**TASK TO CARRY OUT:** Your answer should be each line of the entries that contains the word "showId", copied in full.
-- -- --
"use client";
// Listen on the music page: the transition into a chosen set at a chosen listening point, at a tempo (no field animation here).
import { useState } from "react";
import type { ShowResponse } from "@/components/api-types";
import { DEFAULT_TEMPO_BPM, TEMPO_RANGE_BPM } from "@/lib/editor/playback";
import { firstListeningPointId } from "@/lib/show/first-choices";
import { ListeningPointSelect } from "@/components/ListeningPointSelect";
import { ListenControl } from "./ListenControl";

const field = "min-h-9 rounded-md border border-ink/20 bg-paper-raised px-2";

/** `firstSetId`: the set chosen at first (the start of the phrase shown). */
export function MusicListen({ showId, show, firstSetId }: { showId: string; show: ShowResponse; firstSetId: string | null }) {
  const sets = [...show.sets].sort((a, b) => a.order - b.order);
  const [setId, setSetId] = useState<string | null>(null);
  const [pointId, setPointId] = useState<string | null>(null);
  const [bpm, setBpm] = useState(DEFAULT_TEMPO_BPM);
  const chosen = setId ?? firstSetId ?? sets[1]?.id ?? sets[0]?.id ?? null;
  const index = Math.max(0, sets.findIndex((s) => s.id === chosen));
  const lpId = pointId ?? firstListeningPointId(show.listeningPoints);
  const point = show.listeningPoints.find((l) => l.id === lpId);
  if (sets.length === 0) return null;
  return (
    <div className="flex flex-col gap-2">
      <div className="flex flex-wrap items-center gap-3 text-sm">
        <label>
          Transition into set{" "}
          <select className={field} value={sets[index]!.id} onChange={(e) => setSetId(e.target.value)} data-testid="listen-set">
            {sets.map((s, i) => (
              <option key={s.id} value={s.id}>
                {i === 0 ? `${s.number} (the opening set, held)` : `${s.number} (from set ${sets[i - 1]!.number}, ${s.counts} counts)`}
              </option>
            ))}
          </select>
        </label>
        <ListeningPointSelect points={show.listeningPoints} value={lpId} onChange={setPointId} />
        <label>
          Tempo without a score{" "}
          <input type="number" min={TEMPO_RANGE_BPM[0]} max={TEMPO_RANGE_BPM[1]} step={1} className={`${field} w-20 tabular-nums`} value={bpm} onChange={(e) => setBpm(Number(e.target.value))} /> counts a minute
        </label>
      </div>
      <ListenControl key={`${sets[index]!.id}/${lpId}`} showId={showId} listeningPointId={lpId} pointName={point?.name ?? "the listening point"} sets={sets} index={index} bpm={bpm} />
    </div>
  );
}
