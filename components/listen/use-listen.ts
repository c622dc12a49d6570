"use client";
// The Listen control's sound: one AudioContext, the graph of the transition being played, and the controls applied live.
import { useCallback, useEffect, useRef, useState } from "react";
import { audibleParts, type SoloMute } from "@/lib/listen/audible";
import type { ListenSchedule } from "@/lib/listen/schedule";
import { buildListenGraph, type AB, type ListenGraph } from "./listen-graph";

export interface LiveControls {
  ab: AB;
  soloMute: SoloMute;
  background: boolean;
}

/** Starts a schedule from a count, applies control changes while it plays, and tells when it has ended. */
export function useListenSound(controls: LiveControls) {
  const ctxRef = useRef<AudioContext | null>(null);
  const graph = useRef<{ g: ListenGraph; schedule: ListenSchedule; timer: ReturnType<typeof setTimeout> } | null>(null);
  const [playing, setPlaying] = useState(false);

  const stop = useCallback(() => {
    const current = graph.current;
    graph.current = null;
    if (current) {
      clearTimeout(current.timer);
      current.g.stop();
    }
    setPlaying(false);
  }, []);

  /** Must run in a click: browsers let a page start sound only after a gesture. */
  const prepare = useCallback(() => {
    if (typeof window === "undefined" || !("AudioContext" in window)) return false;
    ctxRef.current ??= new AudioContext();
    void ctxRef.current.resume();
    return true;
  }, []);

  const start = useCallback(
    (schedule: ListenSchedule, fromCount: number) => {
      stop();
      const ctx = ctxRef.current;
      if (!ctx) return;
      const at = ctx.currentTime + 0.05;
      const audible = audibleParts(schedule.parts.map((p) => p.curve), controls.soloMute);
      const g = buildListenGraph(ctx, schedule, { ab: controls.ab, audible, background: controls.background }, at, fromCount);
      const timer = setTimeout(() => stop(), (g.endTime - ctx.currentTime) * 1000);
      graph.current = { g, schedule, timer };
      setPlaying(true);
    },
    [controls, stop],
  );

  // Control changes apply to the sound playing now.
  useEffect(() => {
    const current = graph.current;
    if (!current) return;
    current.g.set({ ab: controls.ab, audible: audibleParts(current.schedule.parts.map((p) => p.curve), controls.soloMute), background: controls.background });
  }, [controls]);

  useEffect(
    () => () => {
      stop();
      void ctxRef.current?.close();
      ctxRef.current = null;
    },
    [stop],
  );

  return { playing, prepare, start, stop };
}
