// Upload text: UTF-8 (with or without a byte-order mark) is read; binary, UTF-16 and Latin-1 are refused.
import { describe, expect, it } from "vitest";
import { decodeUploadText } from "@/lib/imports/text";

describe("decodeUploadText", () => {
  it("reads UTF-8, keeping non-ASCII letters", () => {
    expect(decodeUploadText(new TextEncoder().encode("label,name\nT1,Zoë\n"))).toEqual({ ok: true, text: "label,name\nT1,Zoë\n" });
  });
  it.each([
    ["UTF-16 with a byte-order mark", [0xff, 0xfe, 0x6c, 0x00], /UTF-16/],
    ["binary with a NUL", [0x50, 0x4b, 0x03, 0x04, 0x00], /not a text file/],
    ["Latin-1 é (0xE9 alone is never UTF-8)", [0x6c, 0x0a, 0xe9, 0x0a], /not UTF-8/],
  ])("refuses %s", (_what, bytes, reason) => {
    const r = decodeUploadText(Uint8Array.from(bytes));
    expect(r.ok).toBe(false);
    if (!r.ok) expect(r.reason).toMatch(reason);
  });
});
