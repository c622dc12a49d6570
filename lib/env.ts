// The environment, validated once. Import `env` instead of reading process.env.
import { z } from "zod";

const schema = z.object({
  NODE_ENV: z.enum(["development", "production", "test"]).default("development"),
  DATABASE_URL: z.string().url().default("postgres://postgres@127.0.0.1:5544/farfield"),
  APP_BASE_URL: z.string().url().default("http://127.0.0.1:3000"),
  DATABASE_POOL_SIZE: z.coerce.number().int().min(1).max(100).default(10),
  SMTP_HOST: z.string().default("127.0.0.1"),
  SMTP_PORT: z.coerce.number().int().default(2525),
  SMTP_USER: z.string().optional(),
  SMTP_PASSWORD: z.string().optional(),
  SMTP_FROM: z.string().default("Farfield <no-reply@farfield.example>"),
  /** Where the local fake SMTP server keeps the messages it receives (scripts/fake-smtp.ts). */
  MAIL_DIR: z.string().default(".data/mail"),
  /** "true" when npm start or npm test run the fake SMTP server: the demo's directors may read its messages. */
  DEV_MAILBOX: z.enum(["true", "false"]).optional(),
  /**
   * How many proxies (load balancers) stand in front of the app and append to X-Forwarded-For and
   * X-Forwarded-Host. 0 (the default): those headers are the client's own words and are ignored.
   */
  TRUSTED_PROXY_HOPS: z.coerce.number().int().min(0).max(10).default(0),
  /** Set by server.ts, which writes each connection's address into a header of its own. */
  FARFIELD_PEER_HEADER: z.enum(["true"]).optional(),
  /** Cookies are Secure unless the app is served on plain http (local use). */
  COOKIE_SECURE: z.enum(["true", "false"]).optional(),
});

export const env = schema.parse(process.env);
export const cookieSecure = env.COOKIE_SECURE ? env.COOKIE_SECURE === "true" : env.APP_BASE_URL.startsWith("https:");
-- -- --
**EXERCISE OUTPUT:**
export function MusicListen({ showId, show, firstSetId }: { showId: string; show: ShowResponse; firstSetId: string | null }) {
      <ListenControl key={`${sets[index]!.id}/${lpId}`} showId={showId} listeningPointId={lpId} pointName={point?.name ?? "the listening point"} sets={sets} index={index} bpm={bpm} />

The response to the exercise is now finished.